# "submarine kick"



## chris_&#3617;&#3623;&#3618;&#3652;&#3607;&#3618; (Jan 18, 2007)

hi , for those who dont know what it is its basicaly a low kick but when your oponent goes for a shin block you bend the leg you are standing/balancing on so the kick is very low and passes under the block and hits the leg they are standing on. i would advise anyone who has not learnt it to try it! i have used it in the past with great success and even if you wouldnt do it in a fight or bout its still a fun kick to do   even if their block is low and i get the bottom of their shin the kick usualy just sweeps the that leg aswell so they go down anyway!.......love it! 

just thought i would tell you all lol

and a combo we did tonight that i love is a left low kick (with skip at the begining) then you quickly flick out a jab then a cross and then follow up with a right mid section kick , i enjoyed doing it on the pads


so thats enough about me rambling on,

chris


----------



## chris_&#3617;&#3623;&#3618;&#3652;&#3607;&#3618; (Jan 18, 2007)

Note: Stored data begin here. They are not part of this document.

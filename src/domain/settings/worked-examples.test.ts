import { describe, expect, it } from "vitest";
import { exactDailyBasalMilliUnits } from "./basal-total";
import { backUpDoses } from "./fallback";
import { evaluateFormula, type Formula } from "./formula";
import { fractionOf, over, toNumber, type Fraction } from "./fraction";
import { valueOfMethod } from "./methods";
import { publishedRounding, roundToStep, type RoundingDirection } from "./rounding";

/**
 * Worked examples printed by the sources of settings.md 2. `exact` is checked to
 * 1e-3; `printed` is what the page shows, reached with that page's own rounding,
 * which is not the product's. W10 and W21 are arithmetic checks of loose sources.
 */
type Example = {
  id: string;
  source: string;
  exact: () => Fraction | null;
  expected: number;
  printed?: [value: number, direction: RoundingDirection, step: number];
};

const n = fractionOf;
const dose = (totalDailyDose: number) => ({ totalDailyDose: n(totalDailyDose) });
const injections = (units: number) => ({ injectionsDailyDose: n(units) });
const hourly = (perDay: Fraction) => over(perDay, n(24));
const half = (units: number) => valueOfMethod("basal-0.50", dose(units));
const rates = (...pairs: [number, number][]) =>
  over(exactDailyBasalMilliUnits(pairs.map(([hour, rate]) => ({ startMinute: hour * 60, milliUnitsPerHour: rate * 1000 }))), n(1000));
/** A day of 18 U: 0.75 U/h. A day of 20 U: 16 h at 0.75 and 8 h at 1.0 U/h. */
const DAY_18 = [{ startMinute: 0, milliUnitsPerHour: 750 }];
const DAY_20 = [...DAY_18, { startMinute: 960, milliUnitsPerHour: 1000 }];
const backUp = (id: string, basal: typeof DAY_18, total: number | null = null) =>
  n(backUpDoses(basal, total).find((row) => row.id === id)?.units ?? Number.NaN);
const sum = (...units: number[]) => evaluateFormula(units.map((constant) => ({ constant })), {});

/** Rules that the product shows to nobody; here they only hold the interpreter to its sources. */
const BAND_LOW: Formula<"start" | "band"> = [{ constant: 1, times: ["start"] }, { constant: -1, times: ["band"] }];
const BAND_HIGH: Formula<"start" | "band"> = [{ constant: 1, times: ["start"] }, { constant: 1, times: ["band"] }];
const TRAVEL: Formula<"dose" | "hoursWest"> = [
  { constant: 0.9, times: ["dose"] },
  { constant: 1, times: ["dose", "hoursWest"], dividedBy: 24 },
];
const SHARE: Formula<"dose"> = [{ constant: 0.2, times: ["dose"] }];
const MEAL: Formula<"grams" | "ratio"> = [{ constant: 1, times: ["grams"], over: ["ratio"] }];
const pounds = (id: string, weight: number) => valueOfMethod(id, { weightPounds: n(weight) });
const perKg = (id: string, weightKg: number) => valueOfMethod(id, { weightKg: n(weightKg) });

const WORKBOOK = "DEN UK insulin pump workbook p. 12";
const EXAMPLES: Example[] = [
  { id: "W1 injections", source: WORKBOOK, exact: () => sum(24, 20), expected: 44 },
  { id: "W1 pump dose", source: WORKBOOK, exact: () => valueOfMethod("injections-0.70", injections(44)), expected: 30.8, printed: [30, "down", 1] },
  { id: "W1 basal of a day", source: WORKBOOK, exact: () => half(30.8), expected: 15.4, printed: [15, "down", 1] },
  { id: "W1 basal rate", source: WORKBOOK, exact: () => hourly(half(30.8)), expected: 0.6417, printed: [0.6, "down", 0.1] },
  { id: "W2", source: "UK pump e-learning, CHO ratio topic", exact: () => valueOfMethod("ratio-400", dose(30)), expected: 13.333, printed: [13, "down", 1] },
  { id: "W3 pump dose", source: "supplier nurse leaflet 2025", exact: () => valueOfMethod("injections-0.75", injections(40)), expected: 30, printed: [30, "nearest", 1] },
  { id: "W3 basal rate", source: "supplier nurse leaflet 2025", exact: () => hourly(half(30)), expected: 0.625, printed: [0.6, "nearest", 0.1] },
  { id: "W4 dose", source: "RCH, understanding the dose settings", exact: () => sum(20, 10, 10, 10), expected: 50 },
  { id: "W4 ratio", source: "RCH, understanding the dose settings", exact: () => valueOfMethod("ratio-500", dose(50)), expected: 10 },
  { id: "W4 for 15 g", source: "RCH, understanding the dose settings", exact: () => evaluateFormula(MEAL, { grams: n(15), ratio: n(10) }), expected: 1.5 },
  { id: "W5", source: "Hamilton Health Sciences 2014", exact: () => rates([0, 0.5], [4, 1.5], [8, 1]), expected: 24 },
  { id: "W6", source: "UK e-learning pump-failure plan", exact: () => backUp("back-up-1.0", DAY_18), expected: 18 },
  { id: "W7", source: "Finnish Health Village backup page 2023", exact: () => backUp("back-up-1.2", DAY_20), expected: 24 },
  { id: "W8", source: "US diabetes charity, backup plan 2020", exact: () => rates([0, 0.85]), expected: 20.4, printed: [20, "nearest", 1] },
  { id: "W9 active", source: "textbook chapter", exact: () => perKg("weight-0.3-active", 70), expected: 21 },
  { id: "W9 sedentary", source: "textbook chapter", exact: () => perKg("weight-0.5-sedentary", 70), expected: 35 },
  { id: "W9 large meals", source: "textbook chapter", exact: () => perKg("weight-0.6-large-meals", 70), expected: 42 },
  { id: "W10 dose", source: "family-practice notebook", exact: () => perKg("weight-0.3-active", 110), expected: 33, printed: [35, "nearest", 5] },
  { id: "W10 ratio", source: "family-practice notebook", exact: () => valueOfMethod("ratio-500", dose(35)), expected: 14.286, printed: [14, "down", 1] },
  { id: "W10 sensitivity", source: "family-practice notebook", exact: () => valueOfMethod("sensitivity-1800", dose(35)), expected: 51.429, printed: [50, "nearest", 5] },
  { id: "W11", source: "family-practice notebook", exact: () => valueOfMethod("sensitivity-4.5-ratio", { carbRatio: n(6) }), expected: 27 },
  { id: "W12", source: "Children with Diabetes team, 2001", exact: () => evaluateFormula(MEAL, { grams: n(38), ratio: n(15) }), expected: 2.533, printed: [2.5, "nearest", 0.1] },
  { id: "W13", source: "textbook excerpt", exact: () => valueOfMethod("ratio-500", dose(50)), expected: 10 },
  { id: "W14 low end", source: "Alberta Health basal test", exact: () => evaluateFormula(BAND_LOW, { start: n(7), band: n(1.7) }), expected: 5.3 },
  { id: "W14 high end", source: "Alberta Health basal test", exact: () => evaluateFormula(BAND_HIGH, { start: n(7), band: n(1.7) }), expected: 8.7 },
  { id: "W15 low end", source: "Joslin blog 2013", exact: () => evaluateFormula(BAND_LOW, { start: n(100), band: n(40) }), expected: 60 },
  { id: "W15 high end", source: "Joslin blog 2013", exact: () => evaluateFormula(BAND_HIGH, { start: n(100), band: n(40) }), expected: 140 },
  { id: "W16", source: "Alder Hey leaflet", exact: () => evaluateFormula(SHARE, { dose: n(50) }), expected: 10 },
  { id: "W17, a fifth of a dose of 100 U", source: "ICMR table I, after ISPAD 2018", exact: () => evaluateFormula(SHARE, { dose: n(100) }), expected: 20 },
  { id: "W18", source: "ICMR travel box", exact: () => evaluateFormula(TRAVEL, { dose: n(30), hoursWest: n(-6) }), expected: 19.5 },
  { id: "W19", source: "ICMR travel box", exact: () => evaluateFormula(TRAVEL, { dose: n(30), hoursWest: n(6) }), expected: 34.5 },
  { id: "W20", source: "Pumping Insulin workspace 9.1", exact: () => over(n(210), n(7)), expected: 30 },
  { id: "W21 ratio", source: "parent mailing list", exact: () => valueOfMethod("ratio-500", dose(16)), expected: 31.25 },
  { id: "W21 sensitivity", source: "parent mailing list", exact: () => valueOfMethod("sensitivity-1800", dose(16)), expected: 112.5 },
  { id: "W22", source: "teaching centre, quoted", exact: () => pounds("weight-pounds-over-4", 160), expected: 40 },
  { id: "W23", source: "quoted", exact: () => valueOfMethod("ratio-450", dose(36)), expected: 12.5, printed: [12, "down", 1] },
  { id: "W24", source: "RCH line failure (example computed)", exact: () => backUp("back-up-sixth", DAY_18, 42), expected: 7 },
  { id: "W25 dose", source: "general health article", exact: () => pounds("weight-pounds-over-4", 280), expected: 70 },
  { id: "W25 basal", source: "general health article", exact: () => half(52), expected: 26 },
];

describe("worked examples of settings.md 2", () => {
  it.each(EXAMPLES)("$id is $expected ($source)", ({ exact, expected, printed }) => {
    const value = exact();
    if (value === null) throw new Error("an input is missing");
    expect(Math.abs(toNumber(value) - expected)).toBeLessThanOrEqual(1e-3);
    if (!printed) return;
    const [shown, direction, step] = printed;
    expect(toNumber(roundToStep(value, publishedRounding(direction, step)))).toBe(shown);
  });

  it("covers W1 to W25", () => {
    const covered = new Set(EXAMPLES.map(({ id }) => Number(/^W(\d+)/.exec(id)?.[1])));
    expect([...covered].toSorted((a, b) => a - b)).toEqual(Array.from({ length: 25 }, (_, i) => i + 1));
  });

  it("W1 as the booklet does it, cutting off at each step: 44, 30, 15, 0.6", () => {
    const down = (value: Fraction, step: number) => roundToStep(value, publishedRounding("down", step));
    const pumpDose = down(valueOfMethod("injections-0.70", injections(44)), 1);
    const basalOfADay = down(valueOfMethod("basal-0.50", { totalDailyDose: pumpDose }), 1);
    expect([pumpDose, basalOfADay, down(hourly(basalOfADay), 0.1)].map(toNumber)).toEqual([30, 15, 0.6]);
  });

  it("does not repeat the source errors: 18 x (0.9 + 12/24) is 25.2, not the printed 7.2", () => {
    const value = evaluateFormula(TRAVEL, { dose: n(18), hoursWest: n(12) });
    expect(value && toNumber(value)).toBe(25.2);
  });
});

/** The machine-readable core of settings.md 2, as it stands there; tolerance 1e-3. */
const CORE = [
  { id: "REF35", kg: 80, tddInj: 40, m1: 30, m2: 40, avg: 35, basal40: 14, basal40Hr: 0.5833, icr500: 14.286, isf1800: 51.429, isf100: 2.857, isf1960: 56.0 },
  { id: "REF30", tdd: 30, basal40: 12, basal40Hr: 0.5, basal50Hr: 0.625, icr500: 16.667, isf1800: 60, isf100: 3.333, isf1960: 65.333 },
] as const;

describe("the machine-readable core of settings.md 2", () => {
  it.each(CORE)("$id", (row) => {
    const total = "avg" in row ? row.avg : row.tdd;
    const at = (id: string) => toNumber(valueOfMethod(id, dose(total)));
    const perHour = (id: string) => toNumber(hourly(valueOfMethod(id, dose(total))));
    expect(at("basal-0.40")).toBeCloseTo(row.basal40, 3);
    expect(Math.abs(perHour("basal-0.40") - row.basal40Hr)).toBeLessThanOrEqual(1e-3);
    expect(Math.abs(at("ratio-500") - row.icr500)).toBeLessThanOrEqual(1e-3);
    expect(Math.abs(at("sensitivity-1800") - row.isf1800)).toBeLessThanOrEqual(1e-3);
    expect(Math.abs(at("sensitivity-1800") / 18 - row.isf100)).toBeLessThanOrEqual(1e-3);
    expect(Math.abs(at("sensitivity-1960") - row.isf1960)).toBeLessThanOrEqual(1e-3);
    if ("basal50Hr" in row) expect(perHour("basal-0.50")).toBe(row.basal50Hr);
    if ("m1" in row) {
      const inputs = { injectionsDailyDose: n(row.tddInj), weightKg: n(row.kg) };
      expect(toNumber(valueOfMethod("injections-0.75", inputs))).toBe(row.m1);
      expect(toNumber(valueOfMethod("weight-0.5", inputs))).toBe(row.m2);
      expect(toNumber(valueOfMethod("mean-of-two", inputs))).toBe(row.avg);
    }
  });
});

chris_&#3617;&#3623;&#3618;&#3652;&#3607;&#3618;;703045 said:
			
		

> hi , for those who dont know what it is its basicaly a low kick but when your oponent goes for a shin block you bend the leg you are standing/balancing on so the kick is very low and passes under the block and hits the leg they are standing on. i would advise anyone who has not learnt it to try it! i have used it in the past with great success and even if you wouldnt do it in a fight or bout its still a fun kick to do  even if their block is low and i get the bottom of their shin the kick usualy just sweeps the that leg aswell so they go down anyway!.......love it!
> 
> just thought i would tell you all lol
> 
> ...


 

oh and if anyone knows the real name for the submarin kick that would be great thanks! thats if there is one....


----------



## thaistyle (Jan 18, 2007)

I know what kick you're talking about.  It is an effective kick when used at the right time.  I have used this kick in competition before and it sent my opponent straight to the canvas.  The bad thing was, he fell for it 4 times.  I'll look for the actual name, we always referred to it as a low kick but there as a name for it.


----------



## Slihn (Jan 18, 2007)

..yeah I use that kick ALOT.Since I kick *ALOT* when I spar my sparring partners are almost always ready to try and check it and if I see they are a strong defense I go for that back leg.It is also safer because since you are attacking below their knee joint,you dont have to worry about crashing your shin into their knee(a kicker's nightmare!!lol)


----------



## chris_&#3617;&#3623;&#3618;&#3652;&#3607;&#3618; (Jan 19, 2007)

Slihn said:


> (a kicker's nightmare!!lol)


 
hehe


----------



## King (Jan 19, 2007)

He-he, yeah I've only known this kick to be called the submarine kick. 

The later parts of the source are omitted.